In the field of aviation, magnesium alloys are widely used in the manufacture of important mechanical equipment parts on aircraft and missiles to reduce the quality of parts, improve the maneuverability of aircraft and reduce the launch cost of aircraft. Germany first produced and used magnesium alloys containing aluminum on aircraft. Magnesium alloys have high vibration resistance, can absorb large energy under impact load, and have good heat absorption properties, so they are ideal materials for manufacturing aircraft wheels. Magnesium alloys are stable in gasoline, kerosene and lubricating oils. They are suitable for the manufacture of engine gears, oil pumps and oil pipes. They are also used to make rocker arms and flaps due to the low inertial forces generated during rotation and reciprocating motion. Moving parts such as hatches and rudder surfaces. Magnesium alloy products are widely used in civil aircraft and military aircraft, especially bombers. For example, the fuselage part of the B-52 bomber uses 635 kg of magnesium alloy sheet, 90 kg of extrusion and more than 200 kg of casting. With the rapid development of technology, magnesium alloys have been gradually promoted and applied in products such as attack aircraft, helicopters, and missiles. For example: ZM6 cast magnesium alloy has been used to manufacture important parts such as helicopter tail reducer 歼, sniper’s rib, and 30kW generator rotor lead platen; MB25 rare earth high-strength magnesium alloy has replaced some medium-strength aluminum alloy, and it has been applied on the attack machine.

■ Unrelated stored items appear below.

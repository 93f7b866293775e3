"""The beam schedule: many checks from one CSV table, one beam a row.

`run_schedule(text)` reads a schedule (CSV text with a header row naming the
columns), checks every row with `engine.check` and returns a `Schedule`:
each row's inputs, results or the reason it could not be computed, and a
summary. `schedule_csv(schedule)` writes it back as CSV: the input columns
as they came, then the result columns.

Parsing is strict about values and forgiving about layout: column names are
matched without regard to case or surrounding spaces; unknown columns are
reported, not fatal; blank lines, a UTF-8 byte-order mark and a trailing
empty column are fine; tab- and semicolon-separated text (pasted from a
spreadsheet) is recognised from the header. A bad cell fails only its own
row, with a message naming the row (its line in the file, header = 1), the
column and the value. Decimal commas are refused: "3,16" would silently
mean something else to half the world's spreadsheets. A row with more cells
than the header has columns (what a decimal comma does to a comma-separated
row) is not read at all; missing cells at a row's end are blank. A line
that is not CSV (a stray quote, a cell over the `csv` size limit) fails
alone, and the lines after it are read as usual.

The results CSV is safe to open in a spreadsheet: text from the file that
a spreadsheet would run as a formula gets a leading quote (`spreadsheet_safe`).

Results are in each row's own units (kip·ft or kN·m for φMn).
"""

from __future__ import annotations

import csv
import io
import math
import re
from collections.abc import Callable, Iterable, Iterator, Mapping
from dataclasses import dataclass

from ..provisions.checks import check
from ..provisions.special_frame import special_frame_check
from ..section.errors import QUOTE_LIMIT, InputError, quoted
from .share_link import format_number

REQUIRED_COLUMNS = ("mark", "units", "fc", "fy", "b", "d", "As", "Mu")
OPTIONAL_COLUMNS = ("dt", "es", "spiral", "h", "bf", "hf", "asc", "dc", "layers", "frame",
                    "top_As", "top_d")
FRAME_COLUMNS = ("frame", "top_As", "top_d")  # the special moment frame checks, asked per row
"""dt, Es, spiral; overall depth h; flange bf and hf; compression steel asc at dc; further
tension layers as AREA@DEPTH pairs (the CLI's --layer), separated by spaces."""
RESULT_COLUMNS = ("phiMn", "section_class", "eps_t", "utilization", "Mcr", "ductility",
                  "frame_ok", "ok", "message")
INPUT_COLUMNS = REQUIRED_COLUMNS + OPTIONAL_COLUMNS
_CANONICAL = {name.lower(): name for name in INPUT_COLUMNS + RESULT_COLUMNS}

# ASCII digits only, as in share links: `\d` would also take other scripts' digits.
_NUMBER_TEXT = re.compile(r"[+-]?([0-9]+(\.[0-9]*)?|\.[0-9]+)([eE][+-]?[0-9]+)?")
_COMMA_NUMBER = re.compile(r"[+-]?[0-9]*,[0-9]+([.,][0-9]+)*")
_TRUE, _FALSE = ("true", "yes", "y", "1"), ("false", "no", "n", "0", "")
_DELIMITERS = (",", "\t", ";")


class ScheduleError(InputError):
    """A schedule that cannot be read at all: no header, or a required column missing."""

    def __init__(self, message: str) -> None:
        self.message = message
        super().__init__("schedule", None, message)

    def __str__(self) -> str:
        return self.message


@dataclass(frozen=True)
class ScheduleRow:
    """One beam of the schedule and what became of it.

    `row` is the line in the file (header = 1), as a spreadsheet numbers it;
    `cells` the row's cells by input column name, as text; `inputs` the
    `engine.check` keywords (None when a cell was bad). When computed,
    `phiMn`, `section_class`, `eps_t`, `utilization`, `Mcr`, `ductility`
    (those two only for a row with h; None without) and `ok` are the engine's; `message` names failed checks and warnings, or says why the
    row could not be computed (then `computed` is False).
    """

    row: int
    mark: str
    cells: dict
    inputs: dict | None
    raw: tuple[str, ...] = ()  # every cell under the header, as given, for the output
    computed: bool = False
    phiMn: float | None = None
    section_class: str | None = None
    eps_t: float | None = None
    utilization: float | None = None
    Mcr: float | None = None  # 24.2.3.5, when the row gives h
    ductility: float | None = None  # curvature ductility μφ, when the row gives h
    frame: dict | None = None  # the frame checks asked for: their top steel (None: not asked)
    frame_ok: bool | None = None  # every Chapter 18 section check passed and could be made
    ok: bool | None = None
    message: str = ""

    def to_dict(self) -> dict:
        """The row as JSON-able data: its cells and results under the CSV's column names."""
        return {"row": self.row, **self.cells, "computed": self.computed,
                **{name: getattr(self, name) for name in RESULT_COLUMNS}}


@dataclass(frozen=True)
class ScheduleSummary:
    """Counts over the schedule and the most heavily used beam."""

    rows: int
    passed: int
    failed: int
    errors: int
    worst_utilization: float | None
    worst_mark: str | None
    worst_row: int | None

    def to_dict(self) -> dict:
        return dict(vars(self))

    def text(self) -> str:
        """One line a person reads: counts and the worst utilisation."""
        line = (f"{self.rows} beams: {self.passed} pass, {self.failed} fail, "
                f"{self.errors} could not be computed")
        if self.worst_utilization is not None:
            line += (f"; worst Mu/φMn = {self.worst_utilization:.3f} "
                     f"({self.worst_mark}, row {self.worst_row})")
        return line


@dataclass(frozen=True)
class ParsedSchedule:
    """A schedule read but not yet checked."""

    columns: tuple[str, ...]  # the header as given, in order
    unknown_columns: tuple[str, ...]  # reported, not used
    rows: tuple[ScheduleRow, ...]
    delimiter: str = ","


@dataclass(frozen=True)
class Schedule:
    """A checked schedule."""

    columns: tuple[str, ...]
    unknown_columns: tuple[str, ...]
    rows: tuple[ScheduleRow, ...]
    summary: ScheduleSummary

    def notes(self) -> tuple[str, ...]:
        """Unknown columns and row errors, one line each, for a person to read."""
        notes = [f"column {quoted(name)} is not an input; carried to the output unchanged (inputs: {', '.join(INPUT_COLUMNS)})"
                 for name in self.unknown_columns]
        notes += [row.message for row in self.rows if not row.computed]
        return tuple(notes)

    def to_dict(self) -> dict:
        return {"columns": list(self.columns), "unknown_columns": list(self.unknown_columns),
                "rows": [row.to_dict() for row in self.rows], "summary": self.summary.to_dict()}


def _delimiter(header_line: str) -> str:
    """The separator the header uses most: comma, tab (a spreadsheet paste) or semicolon."""
    return max(_DELIMITERS, key=header_line.count)


def parse_schedule(text: str) -> ParsedSchedule:
    """Read a schedule's CSV text into rows of `engine.check` keywords.

    Raises `ScheduleError` only when nothing can be read: no header, a
    required column missing, or a column named twice. Everything else is
    per row (`ScheduleRow.message`) or reported (`unknown_columns`): every
    non-blank line after the header ends up in a row, computed or not.
    """
    if text.startswith("\ufeff"):
        text = text[1:]
    lines = _lines(text)
    first = next((i for i, line in enumerate(lines) if line.strip(" \t\r\n,;")), None)
    if first is None:
        raise ScheduleError("the schedule is empty: expected a header row naming the columns "
                            f"({', '.join(REQUIRED_COLUMNS)})")
    delimiter = _delimiter(lines[first])
    layout: _Layout | None = None
    records = _records(lines, first, delimiter,
                       lambda cells: layout is not None and _line_breaks_allowed(cells, layout))
    header_record = next(records)
    if header_record.cells is None:
        raise ScheduleError(f"row {first + 1}: the header is not readable as CSV "
                            f"({header_record.problem})")
    header = header_record.cells
    fields, columns, unknown = _header_fields(header, first + 1)
    layout = _layout(fields, header, delimiter)
    rows = []
    for record in records:
        number = record.line + 1
        if record.cells is None:
            rows.append(_unreadable_row(number, lines[record.line], record.problem, layout))
        elif any(cell.strip() for cell in record.cells):
            rows.append(_parse_row(number, record.cells, layout))
    return ParsedSchedule(columns=tuple(columns), unknown_columns=tuple(unknown),
                          rows=tuple(rows), delimiter=delimiter)


_LINE_BREAK = re.compile(r"\r\n|\r|\n")


def _lines(text: str) -> list[str]:
    """`text` cut after each CRLF, CR or LF, the line breaks kept, as a spreadsheet counts lines.

    Not `str.splitlines`, which also cuts at form feeds, U+2028 and the like:
    those may sit inside a cell and must not move the row numbers.
    """
    lines, start = [], 0
    for match in _LINE_BREAK.finditer(text):
        lines.append(text[start:match.end()])
        start = match.end()
    if start < len(text):
        lines.append(text[start:])
    return lines


@dataclass(frozen=True)
class _Record:
    """One CSV record: where it starts (index into the lines) and its cells, or why none."""

    line: int
    cells: list[str] | None
    problem: str = ""


class _LineFeed:
    """The lines from `start` on, one at a time, counting how many the CSV reader took."""

    def __init__(self, lines: list[str], start: int) -> None:
        self.lines = lines
        self.next_index = start

    def __iter__(self) -> "_LineFeed":
        return self

    def __next__(self) -> str:
        if self.next_index >= len(self.lines):
            raise StopIteration
        self.next_index += 1
        return self.lines[self.next_index - 1]


_UNCLOSED_QUOTE = ('a quote (") opens a cell that runs on over the next lines; close it, '
                   "or remove it (only a column Rhoscope does not read, a note, may hold a "
                   "line break, inside quotes)")


def _records(lines: list[str], start: int, delimiter: str,
             line_breaks_allowed: Callable[[list[str]], bool]) -> Iterator[_Record]:
    """The CSV records of `lines` from `start` on; a broken one costs only its first line.

    A record the `csv` module refuses (a quote never closed, text after a
    closing quote, a cell over its size limit), or one that spans several
    lines where `line_breaks_allowed(cells)` says a line break cannot be, is
    reported at its first line; reading starts again on the next line, so
    one stray quote does not swallow the rows after it.
    """
    position = start
    while position < len(lines):
        feed = _LineFeed(lines, position)
        reader = csv.reader(feed, delimiter=delimiter, strict=True)
        position = len(lines)
        while True:
            begin = feed.next_index
            try:
                cells = next(reader)
            except StopIteration:
                break
            except csv.Error as error:
                yield _Record(begin, None, _csv_problem(str(error)))
                position = begin + 1
                break
            if feed.next_index - begin > 1 and not line_breaks_allowed(cells):
                yield _Record(begin, None, _UNCLOSED_QUOTE)
                position = begin + 1
                break
            yield _Record(begin, cells)


def _csv_problem(error: str) -> str:
    """The `csv` module's complaint as a person can act on it."""
    if "field limit" in error:
        return (f"a cell is longer than {csv.field_size_limit():,} characters (or a quote that "
                "is never closed runs on that far); nothing in this row was read")
    if "end of data" in error:
        return ('a quote (") opens a cell that is never closed; close it, or remove it; '
                "nothing in this row was read")
    if "expected after" in error:
        return ('text follows a closing quote (") in the same cell; quote the whole cell, '
                "or remove the quotes; nothing in this row was read")
    return f"not readable as CSV ({error}); nothing in this row was read"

In 1948, DuPont of the United States used magnesium to produce titanium sponge in tons. This marked the beginning of industrial production of titanium sponge, titanium. Titanium alloys are widely used in various fields due to their high specific strength, good corrosion resistance, and high heat resistance. Titanium is abundant in the earth’s crust, and its content ranks ninth, much higher than common metals such as copper, zinc, and tin. Titanium is widely found in many rocks, especially in sand and clay.
Titanium alloys are mainly used in the manufacture of aircraft and engines, such as forged titanium fans, compressor discs and blades, hoods, exhausts and other structural components such as aircraft beam frame. The use of titanium alloy instead of stainless steel to manufacture high-pressure compressor discs and blades can reduce the structural weight. In recent years, scientists have made new progress in the research on the performance of titanium alloys. The original titanium alloy consisting of titanium, aluminum and vanadium have a maximum working temperature of 550 ° C to 600 ° C. The newly developed titanium aluminum (TiAl) alloy has a maximum operating temperature of 1040 ° C.
Titanium alloys for aviation account for half of the application of titanium alloys. From a global perspective, the consumption of titanium alloys and titanium products are mainly concentrated in the aviation industry aerospace rapid prototyping and industrial fields.